Enhancement of Relaxivity Rates of Gd–DTPA Complexes by Intercalation into Layered Double Hydroxide Nanoparticles

Abstract

In this paper we report the preparation and characterization of [Gd(dtpa)]^2−^ intercalated layered double hydroxide (LDH) nanomaterials. [Gd(dtpa)]^2−^ (gadolinium(III) diethylene triamine pentaacetate) was transferred into LDH by anionic exchange. The intercalation of [Gd(dtpa)]^2−^ into LDH was confirmed by X‐ray diffraction for the new phase with the interlayer spacing of 3.5–4.0 nm and by FTIR for the characteristic vibration peaks of [Gd(dtpa)]^2−^. The morphology of the nanoparticles was influenced by the extent of [Gd(dtpa)]^2−^ loading, in which the poly‐dispersity quality decreased as the [Gd(dtpa)]^2−^ loading was increased.
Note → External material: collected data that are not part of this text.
import { gammaln } from 'simple-statistics';

const MAX_TERMS = 10_000;
const EPSILON = 2 ** -53;

/**
 * Regularised lower incomplete gamma function P(a, x) = integral from 0 to x of t^(a-1) e^-t dt, over Gamma(a).
 * Series for x < a + 1, continued fraction otherwise; at least 12 digits for a up to some thousands.
 *
 * The logarithm of the gamma function comes from simple-statistics, whose gammaln agrees with the exact value to 15
 * digits; that package has no incomplete gamma function.
 *
 * @param a shape, above zero
 * @param x zero or more
 * @throws RangeError outside that
 * @example lowerRegularisedGamma(1, 1) // 1 - 1/e
 * Source: DLMF 8.7.1 (series) and 8.9.2 (continued fraction), from memory.
 */
export function lowerRegularisedGamma(a: number, x: number): number {
  requireDomain(a, x);
  return x < a + 1 ? lowerBySeries(a, x) : 1 - upperByFraction(a, x);
}

/**
 * Regularised upper incomplete gamma function Q(a, x) = 1 - P(a, x), without the cancellation that difference would
 * suffer for large x. Domain, errors and source as {@link lowerRegularisedGamma}.
 */
export function upperRegularisedGamma(a: number, x: number): number {
  requireDomain(a, x);
  return x < a + 1 ? 1 - lowerBySeries(a, x) : upperByFraction(a, x);
}

function requireDomain(a: number, x: number): void {
  if (!(a > 0 && a < Infinity))
    throw new RangeError(`The shape of a gamma function must be above zero, not ${a}.`);
  if (!(x >= 0)) throw new RangeError(`The argument of a gamma function must be zero or more, not ${x}.`);
}

function lowerBySeries(a: number, x: number): number {
  if (x === 0) return 0;
  let term = 1 / a;
  let sum = term;
  for (let n = 1; n < MAX_TERMS && term > sum * EPSILON; n++) {
    term *= x / (a + n);
    sum += term;
  }
  return sum * Math.exp(a * Math.log(x) - x - gammaln(a));
}

/** Lentz's method; in this order of terms no denominator can vanish for x > a + 1. */
function upperByFraction(a: number, x: number): number {
  if (x === Infinity) return 0;
  let b = x + 1 - a;
  let c = Infinity;
  let d = 1 / b;
  let fraction = d;
  for (let n = 1; n < MAX_TERMS; n++) {
    const numerator = n * (a - n);
    b += 2;
    d = 1 / (b + numerator * d);
    c = b + numerator / c;
    const factor = c * d;
    fraction *= factor;
    if (Math.abs(factor - 1) <= EPSILON) break;
  }
  return fraction * Math.exp(a * Math.log(x) - x - gammaln(a));
}
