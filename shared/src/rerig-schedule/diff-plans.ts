import type { PlanInput, VisitKind } from './plan-input.js';
import type { VesselPlan } from './vessel-plan.js';

/** What of the input moved between two plans: why the plan changed. */
export type PlanCause =
  | { cause: 'due-date-moved'; taskId: string; name: string; fromOn: string | null; toOn: string | null }
  | { cause: 'task-added' | 'task-gone'; taskId: string; name: string }
  | { cause: 'task-terms-changed'; taskId: string; name: string }
  | { cause: 'window-added' | 'window-gone' | 'window-changed'; windowId: string }
  | { cause: 'visit-terms-changed'; kind: VisitKind }
  | { cause: 'decisions-changed' }
  | { cause: 'day-moved-on'; fromOn: string; toOn: string };

/** One doing of a task that is planned elsewhere, or only in one of the plans. */
export interface MovedTask {
  taskId: string;
  name: string;
  /** First doing 0, the next one 1 and so on. */
  occurrence: number;
  fromWindowId: string | null;
  toWindowId: string | null;
  fromOn: string | null;
  toOn: string | null;
}

/** What is different between two plans, ready to be put in words. */
export interface PlanDiff {
  isSame: boolean;
  visitsAdded: { windowId: string; kind: VisitKind }[];
  visitsGone: { windowId: string; kind: VisitKind }[];
  visitsOfOtherKind: { windowId: string; fromKind: VisitKind; toKind: VisitKind }[];
  tasksMoved: MovedTask[];
  /** After less before. */
  costMinor: number;
  visitCount: number;
  lateDays: number;
  causes: PlanCause[];
}

/** What changed from one plan to the next, and which inputs account for it. */
export function diffPlans(
  before: { input: PlanInput; plan: VesselPlan },
  after: { input: PlanInput; plan: VesselPlan },
): PlanDiff {
  const visitsBefore = new Map(before.plan.visits.map(({ windowId, kind }) => [windowId, kind]));
  const visitsAfter = new Map(after.plan.visits.map(({ windowId, kind }) => [windowId, kind]));
  const onlyIn = (
    one: Map<string, VisitKind>,
    other: Map<string, VisitKind>,
  ): { windowId: string; kind: VisitKind }[] =>
    [...one].filter(([windowId]) => !other.has(windowId)).map(([windowId, kind]) => ({ windowId, kind }));
  const visitsAdded = onlyIn(visitsAfter, visitsBefore);
  const visitsGone = onlyIn(visitsBefore, visitsAfter);
  const visitsOfOtherKind = [...visitsAfter].flatMap(([windowId, toKind]) => {
    const fromKind = visitsBefore.get(windowId);
    return fromKind === undefined || fromKind === toKind ? [] : [{ windowId, fromKind, toKind }];
  });
  const tasksMoved = movedTasks(before.plan, after.plan);
  return {
    isSame: [visitsAdded, visitsGone, visitsOfOtherKind, tasksMoved].every((changes) => changes.length === 0),
    visitsAdded,
    visitsGone,
    visitsOfOtherKind,
    tasksMoved,
    costMinor: after.plan.totalMinor - before.plan.totalMinor,
    visitCount: after.plan.visits.length - before.plan.visits.length,
    lateDays: after.plan.lateDays - before.plan.lateDays,
    causes: causesOf(before.input, after.input),
  };
}

function movedTasks(before: VesselPlan, after: VesselPlan): MovedTask[] {
  const [doingsBefore, doingsAfter] = [doingsOf(before), doingsOf(after)];
  return [...new Set([...doingsBefore.keys(), ...doingsAfter.keys()])].flatMap((taskId) => {
    const [from, to] = [doingsBefore.get(taskId) ?? [], doingsAfter.get(taskId) ?? []];
    return Array.from({ length: Math.max(from.length, to.length) }, (_, occurrence): MovedTask => {
      const [old, fresh] = [from[occurrence], to[occurrence]];
      return {
        taskId,
        name: (fresh ?? old).name,
        occurrence,
        fromWindowId: old?.windowId ?? null,
        toWindowId: fresh?.windowId ?? null,
        fromOn: old?.on ?? null,
        toOn: fresh?.on ?? null,
      };
    }).filter(({ fromWindowId, toWindowId }) => fromWindowId !== toWindowId);
  });
}

function doingsOf(plan: VesselPlan): Map<string, { name: string; windowId: string; on: string }[]> {
  const doings = new Map<string, { name: string; windowId: string; on: string }[]>();
  for (const { windowId, tasks } of plan.visits) {
    for (const { taskId, name, doneOn } of tasks) {
      doings.set(taskId, [...(doings.get(taskId) ?? []), { name, windowId, on: doneOn }]);
    }
  }
  return doings;
}

function causesOf(before: PlanInput, after: PlanInput): PlanCause[] {
  const causes: PlanCause[] = [];
  for (const { id: taskId, name, ...task } of after.tasks) {
    const old = before.tasks.find(({ id }) => id === taskId);
    if (old === undefined) causes.push({ cause: 'task-added', taskId, name });
    else {
      if (old.dueOn !== task.dueOn) {
        causes.push({ cause: 'due-date-moved', taskId, name, fromOn: old.dueOn, toOn: task.dueOn });
      }
      if (
        !sameJson(
          [old.terms, old.againAfterDays, old.leadDays],
          [task.terms, task.againAfterDays, task.leadDays],
        )
      ) {
        causes.push({ cause: 'task-terms-changed', taskId, name });
      }
    }
  }
  for (const { id: taskId, name } of before.tasks) {
    if (!after.tasks.some(({ id }) => id === taskId)) causes.push({ cause: 'task-gone', taskId, name });
  }
  for (const window of after.windows) {
    const old = before.windows.find(({ id }) => id === window.id);
    if (old === undefined) causes.push({ cause: 'window-added', windowId: window.id });
    else if (!sameJson(old, window)) causes.push({ cause: 'window-changed', windowId: window.id });
  }
  for (const { id } of before.windows) {
    if (!after.windows.some((window) => window.id === id))
      causes.push({ cause: 'window-gone', windowId: id });
  }
  const kinds = new Set([...Object.keys(before.visitTerms), ...Object.keys(after.visitTerms)] as VisitKind[]);
  for (const kind of kinds) {
    if (!sameJson(before.visitTerms[kind], after.visitTerms[kind])) {
      causes.push({ cause: 'visit-terms-changed', kind });
    }
  }
  if (!sameJson(before.decisions, after.decisions)) causes.push({ cause: 'decisions-changed' });
  if (before.asOfOn !== after.asOfOn) {
    causes.push({ cause: 'day-moved-on', fromOn: before.asOfOn, toOn: after.asOfOn });
  }
  return causes;
}

/** Whatever order the fields of an object come in: a plan that was stored comes back with another one. */
function sameJson(one: unknown, other: unknown): boolean {
  return JSON.stringify(one, inOrder) === JSON.stringify(other, inOrder);
}

function inOrder(_key: string, value: unknown): unknown {
  if (value === null || typeof value !== 'object' || Array.isArray(value)) return value;
  return Object.fromEntries(Object.entries(value).sort(([first], [second]) => (first < second ? -1 : 1)));
}
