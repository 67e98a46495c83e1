/**
 * Factor on the stress range of a large thread: the inverse of (reference / diameter)^exponent above the reference
 * size, 1 below it.
 *
 * @param diameterMm nominal diameter of the thread
 * @param rule for EN 1993-1-9 detail 14: exponent 0.25, reference 30 mm
 * @returns 1 or more
 * Source: EN 1993-1-9 detail 14, k_s = (30 / diameter)^0.25 on strength (secondary).
 */
export function threadSizeFactor(
  diameterMm: number,
  rule: { exponent: number; referenceMm: number },
): number {
  return diameterMm > rule.referenceMm ? (diameterMm / rule.referenceMm) ** rule.exponent : 1;
}
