/** Minimise cost over columns between bounds, subject to rows of sparse coefficients between bounds. */
export interface MixedIntegerProgram {
  costs: Float64Array;
  lowers: Float64Array;
  uppers: Float64Array;
  /** 1 where a column must be whole. */
  whole: Uint8Array;
  rowLowers: Float64Array;
  rowUppers: Float64Array;
  /** Compressed rows: entries of row r are rowStarts[r] to rowStarts[r + 1], exclusive. */
  rowStarts: Int32Array;
  columnIndices: Int32Array;
  coefficients: Float64Array;
}

/** When a solver may stop. */
export interface SolveLimits {
  timeLimitS: number;
  /** Relative gap between the best solution and the proven bound at which to stop; 0 proves the optimum. */
  relativeGap: number;
  /** A solution to start from, one value per column. */
  start?: Float64Array;
}

/** What a solver says. `bound` is proven: no solution costs less. */
export interface ProgramSolution {
  status: 'solved' | 'stopped' | 'infeasible' | 'failed';
  /** Null where no solution was found. */
  values: Float64Array | null;
  objective: number;
  bound: number;
  /** Price of each row; only for programs without whole columns. */
  rowDuals: Float64Array | null;
}

/** A program without whole columns that is solved again and again at other costs, each time from where it stood. */
export interface OpenProgram {
  /** Null where no solution satisfies the rows. */
  solve(costs: Float64Array): { objective: number; values: Float64Array } | null;
  /** Frees what the solver holds. */
  close(): void;
}

/** The solver the planner is given. Pure code holds no solver of its own, so that it runs wherever one can be loaded. */
export interface ProgramSolver {
  solve(program: MixedIntegerProgram, limits: SolveLimits): ProgramSolution;
  /** Opens the relaxation of a program: its columns need not be whole. */
  openRelaxed(program: MixedIntegerProgram): OpenProgram;
}
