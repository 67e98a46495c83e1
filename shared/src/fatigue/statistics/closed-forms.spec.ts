import { describe, expect, it } from 'vitest';
import type { Curve } from '../curves/curve.js';
import { cyclesToFailure } from '../curves/cycles-to-failure.js';
import { elementary } from '../curves/elementary.js';
import { kneeRange } from '../curves/knee-range.js';
import { classRuleDamage } from './class-rule-damage.js';
import { rayleighDamage } from './rayleigh-damage.js';
import { weibullDamage, weibullScale } from './weibull-damage.js';

function expectRelative(actual: number, expected: number, tolerance = 1e-6): void {
  expect(Math.abs(actual / expected - 1)).toBeLessThan(tolerance);
}

/** DNV-RP-C203 (2016) class D in air (secondary transcription). */
const UPPER = { m: 3, log10a: 12.164 };
const LOWER = { m: 5, log10a: 15.606 };
const CLASS_D_AIR: Curve = {
  segments: [
    { above: kneeRange(UPPER, LOWER), ...UPPER },
    { above: 0, ...LOWER },
  ],
};

/** The same integral by the trapezium rule in the exceedance probability, sharing nothing with the closed form. */
function damageByIntegration(cycles: number, scale: number, shape: number, curve: Curve): number {
  const steps = 400_000;
  let sum = 0;
  for (let i = 0; i < steps; i++) {
    const t = 60 * ((i + 0.5) / steps) ** 2;
    const width = (120 * ((i + 0.5) / steps)) / steps;
    sum += (Math.exp(-t) * width) / cyclesToFailure(curve, scale * t ** (1 / shape));
  }
  return cycles * sum;
}

describe('Rayleigh ranges', () => {
  it('MD-05: standard deviation 20 MPa, 1e7 cycles, class D air (derived, section 4.5)', () => {
    expectRelative(rayleighDamage(1e7, 20, elementary(CLASS_D_AIR)), 1.6495336);
    expectRelative(rayleighDamage(1e7, 20, CLASS_D_AIR), 1.5875091);
  });

  it('agrees with numerical integration', () => {
    expectRelative(
      rayleighDamage(1e7, 20, CLASS_D_AIR),
      damageByIntegration(1e7, 2 * Math.SQRT2 * 20, 2, CLASS_D_AIR),
      1e-5,
    );
  });
});

describe('Weibull ranges', () => {
  it('MD-06: 1e8 cycles, largest 150 MPa, shape 1 (derived)', () => {
    const scale = weibullScale(150, 1e8, 1);
    expectRelative(scale, 8.1430215);
    expectRelative(weibullDamage({ cycles: 1e8, scale, shape: 1 }, elementary(CLASS_D_AIR)), 0.2220793);
    expectRelative(weibullDamage({ cycles: 1e8, scale, shape: 1 }, CLASS_D_AIR), 0.0919956);
  });

  it('MD-07: shapes 0.8 and 1.1 (derived)', () => {
    const first = { cycles: 1e8, scale: weibullScale(150, 1e8, 0.8), shape: 0.8 };
    expectRelative(weibullDamage(first, CLASS_D_AIR), 0.02320174);
    const second = { cycles: 1e7, scale: weibullScale(120, 1e7, 1.1), shape: 1.1 };
    expectRelative(weibullDamage(second, CLASS_D_AIR), 0.01021493);
  });

  it('agrees with numerical integration on a curve of three stretches with a cut-off', () => {
    // EN 1993-1-9 category 71, constants of clause 7.1.
    const curve: Curve = {
      segments: [
        { above: 52.3132, m: 3, log10a: 11.854806 },
        { above: 28.7346, m: 5, log10a: 15.29199 },
      ],
    };
    const ranges = { cycles: 1e7, scale: 12, shape: 0.9 };
    expectRelative(weibullDamage(ranges, curve), damageByIntegration(1e7, 12, 0.9, curve), 1e-4);
  });

  it('refuses a scale or shape of zero', () => {
    expect(() => weibullDamage({ cycles: 1, scale: 0, shape: 1 }, CLASS_D_AIR)).toThrow(RangeError);
    expect(() => weibullDamage({ cycles: 1, scale: 1, shape: 0 }, CLASS_D_AIR)).toThrow(RangeError);
  });
});

describe('class-rule form', () => {
  const input = {
    cycles: 1e7,
    intercept: 1.519e12,
    m: 3,
    slopeChange: 2,
    shape: 1,
    referenceRangeMpa: 60,
    exceededOnceIn: 100,
    kneeRangeMpa: 53.4,
  };

  it('MD-08: nu, mu and damage (class-society common structural rules, secondary)', () => {
    const { nu, mu, damage } = classRuleDamage(input);
    expectRelative(nu, 4.0986015);
    expectRelative(mu, 0.6888337);
    expectRelative(damage, 0.06017617);
  });

  it('is the two-segment closed form written another way', () => {
    const log10a = Math.log10(1.519e12);
    const curve: Curve = {
      segments: [
        { above: 53.4, m: 3, log10a },
        { above: 0, m: 5, log10a: log10a + 2 * Math.log10(53.4) },
      ],
    };
    const scale = weibullScale(60, 100, 1);
    expectRelative(
      weibullDamage({ cycles: 1e7, scale, shape: 1 }, curve),
      classRuleDamage(input).damage,
      1e-10,
    );
  });
});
Compared with the morphology of the original Mg~2~Al–Cl–LDH nanoparticles (hexagonal plate‐like sheets of 50–200 nm), the modified LDH–Gd(dtpa) nanoparticles are bar‐like with a width of 30–60 nm and a length of 50–150 nm. LDH–Gd(dtpa) was expected to have an increased water proton magnetic resonance relaxivity due to the intercalation of [Gd(dtpa)]^2−^ into the LDH interlayer that led to slower molecular anisotropic tumbling compared with free [Gd(dtpa)]^2−^ in solution. Indeed, LDH–nanoparticle suspension containing ≈1.6 mM [Gd(dtpa)]^2−^ exhibits a longitudinal proton relaxivity r~1~ of ≈16 mM^−1^ s^−1^ and a transverse proton relaxivity r~2~ of ≈50 mM^−1^ s^−1^ at room temperature and a magnetic field of 190 MHz, which represents an enhancement four times (r~1~) and 12 times (r~2~) that of free [Gd(dtpa)]^2−^ in solution under the same reaction conditions. We have thus tailored LDH–nanoparticles into a novel contrast agent with strong relaxivity, promising for great potential applications in magnetic resonance imaging.